_YOUR INSTRUCTIONS_
The lines to copy are those with "snapshots" in them. Pull each one from the entries below.

Saved data entries:
============================================================

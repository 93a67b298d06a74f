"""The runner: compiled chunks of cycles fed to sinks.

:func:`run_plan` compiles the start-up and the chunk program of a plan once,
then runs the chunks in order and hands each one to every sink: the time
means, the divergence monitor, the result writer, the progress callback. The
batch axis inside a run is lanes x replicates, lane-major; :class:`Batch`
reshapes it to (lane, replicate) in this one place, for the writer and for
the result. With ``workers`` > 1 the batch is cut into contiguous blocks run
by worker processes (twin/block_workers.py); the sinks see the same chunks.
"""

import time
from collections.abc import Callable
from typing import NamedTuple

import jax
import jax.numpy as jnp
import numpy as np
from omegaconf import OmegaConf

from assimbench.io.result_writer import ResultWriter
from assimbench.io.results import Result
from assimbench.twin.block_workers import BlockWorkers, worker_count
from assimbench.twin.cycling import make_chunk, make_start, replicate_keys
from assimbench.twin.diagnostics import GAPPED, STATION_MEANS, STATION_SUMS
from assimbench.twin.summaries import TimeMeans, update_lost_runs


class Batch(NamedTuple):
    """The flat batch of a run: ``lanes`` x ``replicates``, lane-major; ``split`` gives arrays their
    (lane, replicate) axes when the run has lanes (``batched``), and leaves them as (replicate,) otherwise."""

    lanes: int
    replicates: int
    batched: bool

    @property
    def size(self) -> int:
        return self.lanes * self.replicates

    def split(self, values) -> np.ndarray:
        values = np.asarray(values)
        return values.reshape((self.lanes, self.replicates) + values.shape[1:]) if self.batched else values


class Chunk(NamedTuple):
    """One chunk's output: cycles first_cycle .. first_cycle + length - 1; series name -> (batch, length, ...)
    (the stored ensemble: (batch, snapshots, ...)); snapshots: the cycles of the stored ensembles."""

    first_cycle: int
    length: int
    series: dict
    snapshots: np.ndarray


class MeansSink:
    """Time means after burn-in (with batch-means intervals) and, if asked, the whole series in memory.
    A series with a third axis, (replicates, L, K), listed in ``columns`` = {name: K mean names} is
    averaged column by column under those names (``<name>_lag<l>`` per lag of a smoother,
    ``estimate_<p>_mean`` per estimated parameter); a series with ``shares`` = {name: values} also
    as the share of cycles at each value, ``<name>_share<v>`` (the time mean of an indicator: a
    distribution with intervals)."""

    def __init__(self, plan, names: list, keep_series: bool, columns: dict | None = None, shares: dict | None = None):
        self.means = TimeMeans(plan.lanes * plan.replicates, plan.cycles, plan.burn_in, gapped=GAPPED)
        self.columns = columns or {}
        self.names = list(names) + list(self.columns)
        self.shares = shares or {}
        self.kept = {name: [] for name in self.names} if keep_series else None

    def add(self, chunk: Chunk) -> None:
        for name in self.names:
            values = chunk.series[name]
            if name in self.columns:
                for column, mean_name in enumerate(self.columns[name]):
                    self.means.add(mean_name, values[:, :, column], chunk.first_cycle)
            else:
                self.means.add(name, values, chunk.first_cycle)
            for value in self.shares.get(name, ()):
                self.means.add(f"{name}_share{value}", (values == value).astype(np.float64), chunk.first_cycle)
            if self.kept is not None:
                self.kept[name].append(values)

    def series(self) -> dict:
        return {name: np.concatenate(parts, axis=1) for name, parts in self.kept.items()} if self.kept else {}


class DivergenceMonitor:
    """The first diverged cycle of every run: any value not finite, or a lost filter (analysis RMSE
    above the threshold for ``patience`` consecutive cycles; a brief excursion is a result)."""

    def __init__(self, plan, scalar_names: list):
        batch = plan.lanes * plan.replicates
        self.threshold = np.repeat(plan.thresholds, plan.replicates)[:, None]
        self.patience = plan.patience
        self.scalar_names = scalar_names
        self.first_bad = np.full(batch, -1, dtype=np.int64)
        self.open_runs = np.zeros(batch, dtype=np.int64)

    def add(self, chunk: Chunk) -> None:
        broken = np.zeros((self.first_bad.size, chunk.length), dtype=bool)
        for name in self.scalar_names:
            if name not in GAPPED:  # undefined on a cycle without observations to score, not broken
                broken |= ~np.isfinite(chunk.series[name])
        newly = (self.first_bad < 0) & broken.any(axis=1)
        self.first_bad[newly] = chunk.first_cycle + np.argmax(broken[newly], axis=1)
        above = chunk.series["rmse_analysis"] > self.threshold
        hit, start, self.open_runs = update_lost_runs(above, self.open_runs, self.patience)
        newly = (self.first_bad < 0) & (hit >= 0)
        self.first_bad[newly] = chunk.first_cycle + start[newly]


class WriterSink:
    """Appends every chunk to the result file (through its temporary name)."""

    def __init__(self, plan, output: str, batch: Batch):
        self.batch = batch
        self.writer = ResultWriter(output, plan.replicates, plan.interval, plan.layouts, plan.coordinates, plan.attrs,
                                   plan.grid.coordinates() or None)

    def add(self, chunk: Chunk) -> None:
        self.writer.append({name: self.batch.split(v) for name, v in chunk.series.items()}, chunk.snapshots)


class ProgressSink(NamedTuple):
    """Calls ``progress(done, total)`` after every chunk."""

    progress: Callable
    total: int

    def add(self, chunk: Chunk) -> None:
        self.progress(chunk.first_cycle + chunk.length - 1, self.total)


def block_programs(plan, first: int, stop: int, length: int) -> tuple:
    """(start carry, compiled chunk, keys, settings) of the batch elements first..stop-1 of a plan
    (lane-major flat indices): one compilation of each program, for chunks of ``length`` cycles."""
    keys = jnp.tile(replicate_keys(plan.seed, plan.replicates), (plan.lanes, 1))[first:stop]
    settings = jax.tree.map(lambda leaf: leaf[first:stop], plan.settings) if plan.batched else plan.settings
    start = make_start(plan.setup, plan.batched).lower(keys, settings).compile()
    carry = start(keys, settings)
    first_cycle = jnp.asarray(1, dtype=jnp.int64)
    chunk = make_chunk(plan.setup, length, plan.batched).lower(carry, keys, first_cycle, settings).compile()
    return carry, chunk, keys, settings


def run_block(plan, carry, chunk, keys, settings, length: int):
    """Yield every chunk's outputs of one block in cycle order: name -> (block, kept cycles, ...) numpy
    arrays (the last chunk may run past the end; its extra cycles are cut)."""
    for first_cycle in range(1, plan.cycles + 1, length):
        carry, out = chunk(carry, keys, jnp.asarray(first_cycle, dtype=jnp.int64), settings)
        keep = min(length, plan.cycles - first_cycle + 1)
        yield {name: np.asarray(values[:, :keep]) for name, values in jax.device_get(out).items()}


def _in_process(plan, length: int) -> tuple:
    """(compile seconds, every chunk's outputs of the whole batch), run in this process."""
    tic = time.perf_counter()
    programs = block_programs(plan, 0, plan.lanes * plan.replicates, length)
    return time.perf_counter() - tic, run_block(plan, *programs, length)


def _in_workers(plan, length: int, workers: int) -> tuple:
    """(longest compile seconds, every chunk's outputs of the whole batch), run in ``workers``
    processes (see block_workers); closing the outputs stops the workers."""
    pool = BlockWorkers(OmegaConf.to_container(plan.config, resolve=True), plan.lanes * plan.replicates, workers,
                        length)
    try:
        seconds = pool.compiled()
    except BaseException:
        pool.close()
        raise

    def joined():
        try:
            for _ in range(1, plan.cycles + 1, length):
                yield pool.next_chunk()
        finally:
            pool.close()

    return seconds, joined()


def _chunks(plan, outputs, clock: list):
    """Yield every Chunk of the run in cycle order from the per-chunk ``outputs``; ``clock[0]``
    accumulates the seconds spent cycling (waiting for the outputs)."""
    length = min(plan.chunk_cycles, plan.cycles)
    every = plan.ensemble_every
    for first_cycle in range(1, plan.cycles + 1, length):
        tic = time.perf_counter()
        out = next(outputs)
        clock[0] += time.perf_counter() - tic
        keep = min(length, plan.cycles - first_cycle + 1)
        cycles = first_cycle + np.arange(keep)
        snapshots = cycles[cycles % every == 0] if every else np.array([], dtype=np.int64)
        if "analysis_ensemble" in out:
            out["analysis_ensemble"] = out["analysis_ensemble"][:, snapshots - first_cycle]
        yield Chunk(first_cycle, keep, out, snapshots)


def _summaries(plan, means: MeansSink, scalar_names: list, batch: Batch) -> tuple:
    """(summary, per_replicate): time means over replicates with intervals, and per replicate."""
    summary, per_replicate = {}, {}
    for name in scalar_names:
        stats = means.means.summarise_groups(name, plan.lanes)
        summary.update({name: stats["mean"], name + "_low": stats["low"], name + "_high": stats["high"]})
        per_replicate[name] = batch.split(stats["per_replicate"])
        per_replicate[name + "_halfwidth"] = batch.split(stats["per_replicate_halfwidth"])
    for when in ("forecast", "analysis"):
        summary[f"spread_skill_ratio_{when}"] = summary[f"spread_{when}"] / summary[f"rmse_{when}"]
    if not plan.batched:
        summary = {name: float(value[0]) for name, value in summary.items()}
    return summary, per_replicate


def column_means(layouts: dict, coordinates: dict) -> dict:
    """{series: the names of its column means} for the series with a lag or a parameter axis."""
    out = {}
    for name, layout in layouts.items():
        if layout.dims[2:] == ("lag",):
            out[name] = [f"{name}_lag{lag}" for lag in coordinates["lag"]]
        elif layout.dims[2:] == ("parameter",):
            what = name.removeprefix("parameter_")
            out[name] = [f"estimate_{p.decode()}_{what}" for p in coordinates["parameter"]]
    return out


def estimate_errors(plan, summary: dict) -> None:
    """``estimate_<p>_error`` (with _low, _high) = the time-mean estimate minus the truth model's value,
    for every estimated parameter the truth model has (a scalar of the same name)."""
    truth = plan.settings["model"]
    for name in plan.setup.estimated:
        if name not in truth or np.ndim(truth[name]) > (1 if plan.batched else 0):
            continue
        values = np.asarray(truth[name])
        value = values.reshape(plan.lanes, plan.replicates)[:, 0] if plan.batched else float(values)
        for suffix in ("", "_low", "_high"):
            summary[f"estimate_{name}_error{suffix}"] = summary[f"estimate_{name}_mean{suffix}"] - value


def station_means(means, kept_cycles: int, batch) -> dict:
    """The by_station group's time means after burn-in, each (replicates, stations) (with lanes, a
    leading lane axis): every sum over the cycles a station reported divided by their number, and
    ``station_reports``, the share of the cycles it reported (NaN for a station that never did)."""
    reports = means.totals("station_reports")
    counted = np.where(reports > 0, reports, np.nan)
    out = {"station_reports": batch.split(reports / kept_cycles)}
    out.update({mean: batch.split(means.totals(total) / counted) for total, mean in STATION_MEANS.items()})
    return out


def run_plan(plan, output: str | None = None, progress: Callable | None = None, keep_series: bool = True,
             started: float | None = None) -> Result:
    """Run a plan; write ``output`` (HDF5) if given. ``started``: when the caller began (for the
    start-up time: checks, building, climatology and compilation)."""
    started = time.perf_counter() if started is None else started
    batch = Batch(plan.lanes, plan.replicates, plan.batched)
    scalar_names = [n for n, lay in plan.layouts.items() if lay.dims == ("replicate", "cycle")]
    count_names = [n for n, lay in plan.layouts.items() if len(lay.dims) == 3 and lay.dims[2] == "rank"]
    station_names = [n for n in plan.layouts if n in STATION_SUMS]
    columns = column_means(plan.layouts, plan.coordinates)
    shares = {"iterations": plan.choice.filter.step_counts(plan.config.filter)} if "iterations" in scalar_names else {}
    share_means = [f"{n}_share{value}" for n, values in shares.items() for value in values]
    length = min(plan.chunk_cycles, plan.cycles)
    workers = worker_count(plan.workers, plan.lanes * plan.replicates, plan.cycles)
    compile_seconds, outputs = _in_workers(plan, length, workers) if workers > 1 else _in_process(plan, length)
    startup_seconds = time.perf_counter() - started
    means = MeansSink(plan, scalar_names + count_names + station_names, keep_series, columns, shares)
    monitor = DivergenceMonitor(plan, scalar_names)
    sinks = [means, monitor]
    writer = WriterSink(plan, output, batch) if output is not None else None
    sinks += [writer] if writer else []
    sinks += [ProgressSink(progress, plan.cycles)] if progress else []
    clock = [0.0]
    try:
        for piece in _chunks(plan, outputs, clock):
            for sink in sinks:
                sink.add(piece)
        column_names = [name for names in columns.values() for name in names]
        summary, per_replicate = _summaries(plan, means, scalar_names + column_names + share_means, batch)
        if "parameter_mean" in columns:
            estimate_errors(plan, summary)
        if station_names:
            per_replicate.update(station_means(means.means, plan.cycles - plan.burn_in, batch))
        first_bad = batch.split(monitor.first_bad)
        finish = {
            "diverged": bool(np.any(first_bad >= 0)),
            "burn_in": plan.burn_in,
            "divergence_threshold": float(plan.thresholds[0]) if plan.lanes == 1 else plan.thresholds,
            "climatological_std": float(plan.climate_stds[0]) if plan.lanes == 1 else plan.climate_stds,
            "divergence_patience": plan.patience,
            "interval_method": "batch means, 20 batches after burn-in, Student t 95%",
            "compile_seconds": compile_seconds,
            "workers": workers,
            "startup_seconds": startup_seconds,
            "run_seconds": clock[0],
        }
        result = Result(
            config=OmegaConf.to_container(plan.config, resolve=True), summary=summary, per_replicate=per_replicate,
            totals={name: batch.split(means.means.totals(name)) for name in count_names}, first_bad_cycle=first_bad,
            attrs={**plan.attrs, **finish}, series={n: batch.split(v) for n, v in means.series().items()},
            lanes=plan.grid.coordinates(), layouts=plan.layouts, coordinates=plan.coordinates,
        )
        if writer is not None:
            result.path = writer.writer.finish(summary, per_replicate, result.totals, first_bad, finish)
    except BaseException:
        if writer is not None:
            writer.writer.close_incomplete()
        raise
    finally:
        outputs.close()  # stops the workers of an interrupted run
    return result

============================================================

_SOLVED EXERCISE_
    (the stored ensemble: (batch, snapshots, ...)); snapshots: the cycles of the stored ensembles."""
    snapshots: np.ndarray
        self.writer.append({name: self.batch.split(v) for name, v in chunk.series.items()}, chunk.snapshots)
        snapshots = cycles[cycles % every == 0] if every else np.array([], dtype=np.int64)
            out["analysis_ensemble"] = out["analysis_ensemble"][:, snapshots - first_cycle]
        yield Chunk(first_cycle, keep, out, snapshots)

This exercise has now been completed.